愛育同居~エリート社長は年下妻を独占欲で染め上げたい~
「どうしたの?」

「あ、あの……」


説明できずに困った私は、「そうだ、ぬか漬けをお出しするのを忘れていました」と話を逸らすことにする。

「エマさん、うちのぬか漬けを食べてみませんか?」と問いかければ、『ぜひ食べてみたい』という返事が桐島さんの通訳を介して戻ってきた。

これ幸いとばかりに私は急いで立ち上がり、隙間風の吹き込むひんやりとした台所へ。

ひとりの空間に足を踏み入れると、作り笑顔を消して、大きなため息をついた。


どうしよう。やっぱりエマさんを、心から歓迎できない……。

それは私の心の問題であり、彼女には少しの落ち度もない。


この嫉妬のような気持ちはどこから湧いてくるのだろう?

桐島さんは兄で、私は妹。

そんな関係が心地よかったはずなのに、兄に恋人がいるくらいでこんなにも心が乱されるなんておかしなことだ。

汚れたボロ雑巾のような醜い心を桐島さんに見られたくないから、様子がおかしいと気づかれたくない……。

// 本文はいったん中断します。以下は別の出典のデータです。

describe('bad input: every block read or rejected with file, block, line and reason', () => {
  const cases: Array<[string, string, RegExp]> = [
    ['missing cell length', `data_b\n_cell_length_a 10\n_cell_length_b 12\n_cell_angle_alpha 90\n_cell_angle_beta 90\n_cell_angle_gamma 90\n${SITES}`, /no _cell_length_c/],
    ['non-numeric cell', CELL.replace('12.0', '12,0').replace(/^/, 'data_b\n') + SITES, /^line 3: _cell_length_b is '12,0', not a number/],
    ['unknown cell value', CELL.replace('8.0', '?').replace(/^/, 'data_b\n') + SITES, /^line 4: _cell_length_c is '\?'/],
    ['negative length', CELL.replace('8.0', '-8.0').replace(/^/, 'data_b\n') + SITES, /outside the possible range/],
    ['angles with no volume', `data_b\n_cell_length_a 5\n_cell_length_b 5\n_cell_length_c 5\n_cell_angle_alpha 120\n_cell_angle_beta 120\n_cell_angle_gamma 120\n${SITES}`, /zero or negative volume/],
    ['non-numeric coordinate', `data_b\n${CELL}${SITES}N2 N 0.1 abc 0.3\n`, /^line 16: y coordinate of site N2 is 'abc', not a number/],
    ['unknown element', `data_b\n${CELL}${SITES}Qq1 Qq 0.1 0.2 0.3\n`, /^line 16: .*Qq/],
    ['no atom sites', `data_b\n${CELL}`, /no atom sites/],
    ['no structure at all', `data_b\n_journal_year 2003\n_publ_section_title\n;\nA title\n;\n`, /holds no crystal structure/],
    ['Cartesian only', `data_b\n${CELL}loop_\n_atom_site_label\n_atom_site_Cartn_x\n_atom_site_Cartn_y\n_atom_site_Cartn_z\nC1 0 0 0\n`, /only in Cartesian/],
    ['loop count', `data_b\n${CELL}${SITES}N2 N 0.1 0.2\n`, /^line 8: loop_ .*14 values for 5 names/],
    ['unterminated quote', `data_b\n${CELL}_chemical_name 'never closed\n${SITES}`, /^line 8: quoted string/],
    ['unterminated text field', `data_b\n${CELL}_note\n;text\n${SITES}`, /^line 9: text field .* never closed/],
    ['negative occupancy', `data_b\n${CELL}loop_\n_atom_site_label\n_atom_site_fract_x\n_atom_site_fract_y\n_atom_site_fract_z\n_atom_site_occupancy\nC1 0 0 0 -1\n`, /occupancy of site C1 is '-1'/],
  ];
  for (const [what, text, reason] of cases) {
    it(`rejects: ${what}`, () => {
      const results = readCifText(`data_good\n${CELL}${SITES}${text}data_after\n${CELL}${SITES}`, 'bad.cif');
      expect(results.length).toBe(3);
      expect(record(results, 0).id).toBe('good');
      const r = rejected(results, 1);
      expect(r.file).toBe('bad.cif');
      expect(r.block).toBe('b');
      expect(r.source).toBe('bad.cif#b');
      expect(r.line).toBe(16);
      // Reasons name lines of the file, so shift the expected line by the 15 lines of the first block.
      const shifted = new RegExp(reason.source.replace(/line (\d+)/, (_m, n: string) => `line ${Number(n) + 15}`));
      expect(r.reason).toMatch(shifted);
      expect(r.text.startsWith('data_b\n')).toBe(true);
      expect(record(results, 2).id).toBe('after');
    });
  }

  it('notes a stated _cell_volume that disagrees with the cell by more than 0.5 %', () => {
    const v = cellVolumeA3({ a: 10, b: 12, c: 8, alpha: 90, beta: 100, gamma: 90 });
    // 10*12*8*sin(100 deg) = 945.416... (triclinic volume formula with alpha = gamma = 90)
    expect(v).toBeCloseTo(960 * Math.sin((100 * Math.PI) / 180), 9);
    const ok = record(readCifText(`data_v\n${CELL}_cell_volume 945.4(3)\n${SITES}`, 'v.cif'));
    expect(ok.notes.filter((n) => /_cell_volume/.test(n))).toEqual([]);
    const off = record(readCifText(`data_v\n${CELL}_cell_volume 960.0\n${SITES}`, 'v.cif'));
    expect(off.notes.join()).toMatch(/stated _cell_volume 960.0 differs from 945.42/);
  });

  it('rejects text before the first data_ line but still reads the blocks', () => {
    const results = readCifText(`_stray 1\ndata_a\n${CELL}${SITES}`, 'p.cif');
    expect(results.length).toBe(2);
    expect(rejected(results, 0).reason).toMatch(/before the first data_ line/);
    expect(record(results, 1).id).toBe('a');
  });

  it('turns an empty, comment-only or binary file into one file-level rejection with block ""', () => {
    for (const [text, reason] of [
      ['', /empty/],
      ['# only a comment\n\n', /no data_ block/],
      ['\u0000\u0001\u0002binary', /binary/],
    ] as const) {
      const results = readCifText(text, 'f.cif');
      expect(results.length).toBe(1);
      const r = rejected(results);
      expect(r.block).toBe('');
      expect(r.source).toBe('f.cif#');
      expect(r.reason).toMatch(reason);
    }
  });
});

describe('block splitting', () => {
  it('does not split at data_ inside a text field and keeps block lines', () => {
    const text = `data_one\n${CELL}_note\n;\ndata_not_a_block\n;\n${SITES}\ndata_two\n${CELL}${SITES}`;
    const results = readCifText(text, 'm.cif');
    expect(results.map((r) => (r.kind === 'record' ? r.record.id : 'rejected'))).toEqual(['one', 'two']);
    expect(record(results, 1).line).toBe(text.split('\n').indexOf('data_two') + 1);
    expect(results.map((r) => (r.kind === 'record' ? r.record.text : '')).join('')).toBe(text);
  });
});
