// Flags on generated landscapes whose truth is known (issue 10, parts 2 and 5; src/landscape/flags.ts):
//  - a few copies carry energies 2-5 kJ/mol off their group (either sign): exactly those are flagged
//    energy-mismatch, with their offset from the group's median energy, even when a too-low copy became the kept one;
//  - planted flat minima (one packing and two copies of it with the molecule turned by 1.5 degrees in the same
//    cell, at the same energy, as an optimiser leaves a flat minimum): every planted pair left as two kept
//    structures just beyond the tolerance is flagged flat-minimum, and nothing else is, in particular no pair
//    of the close partners (distinct minima turned by 2 degrees, 0.02-0.08 kJ/mol apart).
import { describe, expect, it } from 'vitest';
import { mkdtempSync, writeFileSync } from 'node:fs';
import { tmpdir } from 'node:os';
import { join } from 'node:path';
import Papa from 'papaparse';
import { generateLandscape, type GeneratorOptions } from '../src/demo/landscape.js';
import { sift } from '../src/landscape/sift.js';
import { siftFiles } from '../src/landscape/sift-files.js';
import { emd } from '../src/metric/emd.js';
import { FLAG_CODES, flatWindowAngstrom } from '../src/landscape/flags.js';
import { readCifText } from '../src/io/read.js';
import { toPeriodicSet } from '../src/geometry/periodic-set.js';
import { pdd } from '../src/invariants/pdd.js';

async function siftGenerated(o: GeneratorOptions) {
  const g = generateLandscape(o);
  const dir = mkdtempSync(join(tmpdir(), 'polysift-flags-'));
  writeFileSync(join(dir, 'run.cif'), g.cif);
  writeFileSync(join(dir, 'energies.csv'), g.energiesCsv);
  const run = await sift({ inputs: [join(dir, 'run.cif')], energiesFile: join(dir, 'energies.csv'), threads: 2, cacheDir: null });
  return { g, run, l: run.landscape };
}

describe('energy-inconsistent duplicates', async () => {
  const { g, run, l } = await siftGenerated({ seed: 53, packings: 6, copiesPerPacking: 5, closePairs: 1, energyFaults: 3, squeezeMoves: 200 });

  it('flags exactly the copies planted 2-5 kJ/mol off their group, whichever sign', () => {
    expect(g.energyFaults).toHaveLength(3);
    expect(g.energyFaults.some(([, f]) => f < 0)).toBe(true);
    // The grouping itself is right (faults change energies, not geometry).
    expect(l.counts.kept).toBe(6);
    const flagged = l.structures.filter((r) => r.flags.includes(FLAG_CODES.energyMismatch)).map((r) => r.index);
    expect(flagged).toEqual(g.energyFaults.map(([i]) => i));
    for (const [i, fault] of g.energyFaults) {
      // Offset from the group's median: the fault, give or take the copies' own energy noise (0.02 kJ/mol).
      expect(Math.abs(l.structures[i].energyOffset! - fault)).toBeLessThan(0.15);
    }
    for (const r of l.structures) if (!flagged.includes(r.index) && r.energyOffset !== null) expect(Math.abs(r.energyOffset)).toBeLessThan(0.2);
    expect(l.flagCounts.energyMismatch).toBe(3);
    expect(run.messages.join('\n')).toMatch(/3 member\(s\) of duplicate groups lie more than 1 kJ\/mol from their group's median energy/);
  });

  it('writes the flag and the offset, with its unit in the column name, to structures.csv', () => {
    const csv = Papa.parse<Record<string, string>>(new Map(siftFiles(run, { report: false })).get('structures.csv')!, { header: true, skipEmptyLines: true }).data;
    for (const [i, fault] of g.energyFaults) {
      expect(csv[i].flags).toBe(FLAG_CODES.energyMismatch);
      expect(Number(csv[i].energy_offset_kj_per_mol)).toBeCloseTo(l.structures[i].energyOffset!, 5);
      expect(Math.sign(Number(csv[i].energy_offset_kj_per_mol))).toBe(Math.sign(fault));
    }
  });
});

describe('flat minima', () => {
  for (const seed of [51, 52, 53]) {
    it(`flags the planted flat pairs left as two kept structures, and no close partners (seed ${seed})`, async () => {
      const { g, l } = await siftGenerated({
        seed, packings: 12, copiesPerPacking: 4, closePairs: 3, closeTurnDeg: 2, flatTriples: 2, flatTurnDeg: 1.5,
        energyNoiseKjPerMol: 0.002, noiseAngstrom: 0.002, squeezeMoves: 200,
      });
      const tol = l.parameters.toleranceAngstrom;
      const truth = (i: number) => g.truth[i];
      const planted = new Set<string>();
      for (const [a, b, c] of g.flatGroups) for (const [x, y] of [[a, b], [a, c], [b, c]]) planted.add(`${Math.min(x, y)},${Math.max(x, y)}`);
      // Kept structures by packing, and their PDDs (to measure where each planted pair lies).
      const blocks = readCifText(g.cif, 'run.cif');
      const pddOf = (i: number) => {
        const b = blocks[i];
        if (b.kind !== 'record') throw new Error('generated block rejected');
        return pdd(toPeriodicSet(b.record, { hydrogens: 'keep' }).set, l.parameters.k);
      };
      const keptOfPacking = new Map<number, number[]>();
      for (const k of l.kept) keptOfPacking.set(truth(k), [...(keptOfPacking.get(truth(k)) ?? []), k]);
      const flaggedPairs = new Set<string>();
      for (const r of l.structures) {
        if (!r.flags.includes(FLAG_CODES.flatMinimum)) continue;
        expect(r.status).toBe('kept');
        for (const q of r.flatPartnerIndices) {
          const [x, y] = [truth(r.index), truth(q)];
          flaggedPairs.add(`${Math.min(x, y)},${Math.max(x, y)}`);
        }
      }
      // Nothing but planted flat pairs is flagged: in particular no close partner pair.
      for (const p of flaggedPairs) expect(planted.has(p)).toBe(true);
      for (const [a, b] of g.closePairs) expect(flaggedPairs.has(`${Math.min(a, b)},${Math.max(a, b)}`)).toBe(false);
      // Every planted pair kept as two structures just beyond the tolerance is flagged.
      let inWindow = 0;
      for (const p of planted) {
        const [x, y] = p.split(',').map(Number);
        const kx = keptOfPacking.get(x);
        const ky = keptOfPacking.get(y);
        if (!kx || !ky || kx.length !== 1 || ky.length !== 1) continue;
        const d = emd(pddOf(kx[0]), pddOf(ky[0]));
        if (d > tol && d <= flatWindowAngstrom(tol)) {
          inWindow++;
          expect(flaggedPairs.has(p)).toBe(true);
        }
      }
      expect(inWindow).toBeGreaterThanOrEqual(3);
      expect(l.flagCounts.flatMinimumPairs).toBe(flaggedPairs.size);
      expect(l.flagCounts.energyMismatch).toBe(0);
    }, 60000);
  }
});
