// Energies CSV reading and unit conversion. Conversion factors: thermochemical calorie 4.184 J (NIST SP 811,
// 2008); e x N_A = 96.485 332 12 kJ/mol per eV (CODATA 2018).
import { describe, expect, it } from 'vitest';
import { assignEnergies, convertEnergy, decodeEnergyFile, energySummary, parseEnergyAmount, parseEnergyCsv, parseEnergyUnit } from '../src/io/energies.js';
import { utf16Kind } from '../src/io/text-encoding.js';

describe('energy units', () => {
  it('converts kcal/mol and eV to kJ/mol with the stated constants', () => {
    expect(convertEnergy(1, 'kcal/mol', 'kJ/mol')).toBe(4.184);
    expect(convertEnergy(1, 'eV', 'kJ/mol')).toBeCloseTo(96.48533212, 10);
    expect(convertEnergy(96.48533212, 'kJ/mol', 'eV')).toBeCloseTo(1, 12);
    expect(convertEnergy(4.184, 'kJ/mol', 'kcal/mol')).toBeCloseTo(1, 12);
  });
  it('reads units and amounts as typed', () => {
    expect(parseEnergyUnit('KJ/MOL')).toBe('kJ/mol');
    expect(parseEnergyUnit('kcal')).toBe('kcal/mol');
    expect(() => parseEnergyUnit('hartree')).toThrow(/kJ\/mol, kcal\/mol or eV/);
    expect(parseEnergyAmount('10', 'kJ/mol')).toBe(10);
    expect(parseEnergyAmount('1 kcal/mol', 'kJ/mol')).toBe(4.184);
    expect(parseEnergyAmount('4.184kJ/mol', 'kcal/mol')).toBeCloseTo(1, 12);
    expect(() => parseEnergyAmount('ten', 'kJ/mol')).toThrow(/not an energy/);
  });
});

describe('energies CSV', () => {
  const csv = ['name,E_latt', 'a,-10.5', 'b,oops', 'c,-9', 'c,-9', 'd,-8', 'd,-7.5', 'ghost,-1', ',-3', 'e,'].join('\n');

  it('reports every bad row and matches the rest, with changed column names', () => {
    const t = parseEnergyCsv(csv, 'e.csv', { idColumn: 'name', energyColumn: 'e latt' });
    expect(t.energies.get('a')).toBe(-10.5);
    expect(t.energies.get('c')).toBe(-9);
    expect(t.energies.has('b')).toBe(false);
    expect(t.energies.has('d')).toBe(false);
    expect(t.conflicts.has('d')).toBe(true);
    expect(t.issues.map((i) => [i.line, i.id])).toEqual([
      [3, 'b'],
      [5, 'c'],
      [7, 'd'],
      [9, ''],
      [10, 'e'],
    ]);
    const a = assignEnergies(['a', 'b', 'c', 'd', 'e', 'f'], t);
    expect(a.energy).toEqual([-10.5, null, -9, null, null, null]);
    expect(a.problem[1]).toMatch(/line 3: energy 'oops' is not a number/);
    expect(a.problem[2]).toMatch(/listed 2 times .* same energy/);
    expect(a.problem[3]).toMatch(/different energies/);
    expect(a.problem[5]).toMatch(/not found in e.csv/);
    expect(a.unmatched).toEqual([{ line: 8, id: 'ghost', issue: 'id matches no structure in the inputs' }]);
    const summary = energySummary(t, a).join('\n');
    expect(summary).toMatch(/4 structure\(s\) have no energy/);
    expect(summary).toMatch(/1 id\(s\) in e.csv match no structure: ghost/);
  });

  it('gives no energy to structures that share an id, since the CSV cannot tell them apart', () => {
    const t = parseEnergyCsv('id,energy\nglobal,-5\nsolo,-6\n', 'e.csv');
    const a = assignEnergies(['global', 'solo', 'global'], t);
    expect(a.energy).toEqual([null, -6, null]);
    expect(a.problem[0]).toMatch(/no energy: the id is shared by 2 structures in the inputs, so e.csv cannot tell them apart/);
    expect(a.problem[1]).toBe('');
    expect(energySummary(t, a).join('\n')).toMatch(/2 structure\(s\) share their id with another input structure/);
  });

  it('names the file and the missing column in one line', () => {
    expect(() => parseEnergyCsv('id,value\na,1\n', 'x.csv')).toThrow(/^x.csv: no column 'energy' in the header \(columns: 'id', 'value'\)/);
    expect(() => parseEnergyCsv('', 'x.csv')).toThrow(/empty/);
  });

  it('gives a structure whose block name is shared the energy listed under its own id, and none for the shared name', () => {
    const t = parseEnergyCsv('id,energy\nrun~1,-5\nrun,-7\nsolo,-6\n', 'e.csv');
    // Ids as sift gives them (src/landscape/unique-ids.ts), block names beside them.
    const a = assignEnergies(['run~1', 'solo', 'run~2'], t, ['run', 'solo', 'run']);
    expect(a.energy).toEqual([-5, -6, null]);
    expect(a.problem[2]).toMatch(/the id is shared by 2 structures .* \(block name run\); list each one by its id \(this one is run~2\)/);
    // The shared name matched input blocks, so it is not reported as matching no structure.
    expect(a.unmatched).toEqual([]);
  });
});

describe('energies as spreadsheets export them', () => {
  const plain = 'id,energy\ncand-1,-95.125\ncand-2,-94.5\ncand-3,-1.25e2\ncand-4,-93\n';
  const expected = new Map([['cand-1', -95.125], ['cand-2', -94.5], ['cand-3', -125], ['cand-4', -93]]);

  it('reads a semicolon-separated file with decimal commas exactly as the plain CSV', () => {
    const semicolon = 'id;energy\ncand-1;-95,125\ncand-2;-94,5\ncand-3;-1,25e2\ncand-4;-93\n';
    expect(parseEnergyCsv(plain, 'p.csv').energies).toEqual(expected);
    expect(parseEnergyCsv(semicolon, 's.csv').energies).toEqual(expected);
    // Tabs too, with decimal points or commas; the value read is the same number.
    expect(parseEnergyCsv('id\tenergy\ncand-1\t-95,125\ncand-2\t-94.5\ncand-3\t-1.25e2\ncand-4\t-93\n', 't.csv').energies).toEqual(expected);
  });

  it('does not take a comma for a decimal point in a comma-separated file', () => {
    const t = parseEnergyCsv('id,energy\na,"-95,5"\nb,-94.5\n', 'c.csv');
    expect(t.energies.has('a')).toBe(false);
    expect(t.issues[0].issue).toMatch(/'-95,5' is not a number/);
  });

  it('stops in one line showing the first bad value and what to change when no energy can be read', () => {
    expect(() => parseEnergyCsv('id,energy\na,"-95,5"\nb,"-94,1"\n', 'c.csv')).toThrow(
      /^c.csv: no energy could be read: line 2 has '-95,5' in column 'energy'; numbers with a decimal comma need a file separated by semicolons/,
    );
    expect(() => parseEnergyCsv('id,energy\na,low\nb,high\n', 'w.csv')).toThrow(/^w.csv: no energy could be read: line 2 has 'low' in column 'energy'; .*--energy-column/);
    expect(() => parseEnergyCsv('id,energy\na,\n', 'e.csv')).toThrow(/^e.csv: no energy could be read: line 2 has nothing in column 'energy'/);
    expect(() => parseEnergyCsv('id,energy\na,"1 234,5"\n', 'k.csv')).toThrow(/no thousands separators/);
    for (const f of ['id,energy\na,"-95,5"\n', 'id,energy\na,low\n']) {
      expect(() => parseEnergyCsv(f, 'x.csv')).toThrow(/^[^\n]+$/);
    }
  });

  it('reads UTF-16 text (with or without a byte-order mark) and says which it was', () => {
    const le = Buffer.concat([Buffer.from([0xff, 0xfe]), Buffer.from(plain.replace(/,/g, '\t'), 'utf16le')]);
    const be = Buffer.from(Buffer.from(plain, 'utf16le')).swap16();
    expect(utf16Kind(le)).toBe('UTF-16LE');
    expect(utf16Kind(be)).toBe('UTF-16BE');
    expect(utf16Kind(Buffer.from(plain, 'utf8'))).toBeNull();
    for (const [bytes, enc] of [[le, 'UTF-16LE'], [be, 'UTF-16BE'], [Buffer.from(`\uFEFF${plain}`, 'utf8'), 'UTF-8']] as const) {
      const d = decodeEnergyFile(bytes);
      expect(d.encoding).toBe(enc);
      expect(parseEnergyCsv(d.text, 'u.csv').energies).toEqual(expected);
    }
  });
});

今日はすっかり避難場所になってしまった台所で、私は深呼吸する。

それから『しっかりしなさい』と自分を叱咤して、床に膝をつけて漬物樽の蓋を開け、キュウリやナス、大根を取り出した。


漬けたのはキュウリが今朝で、大根は二日前だ。

野菜の種類や季節によって、ぬか床に漬ける時間は異なる。

祖母から受け継いだぬか床と、教わった料理の知識は私の宝物。

祖母がいた頃と変わらぬ、美味しいぬか漬けを食べられることに感謝していた。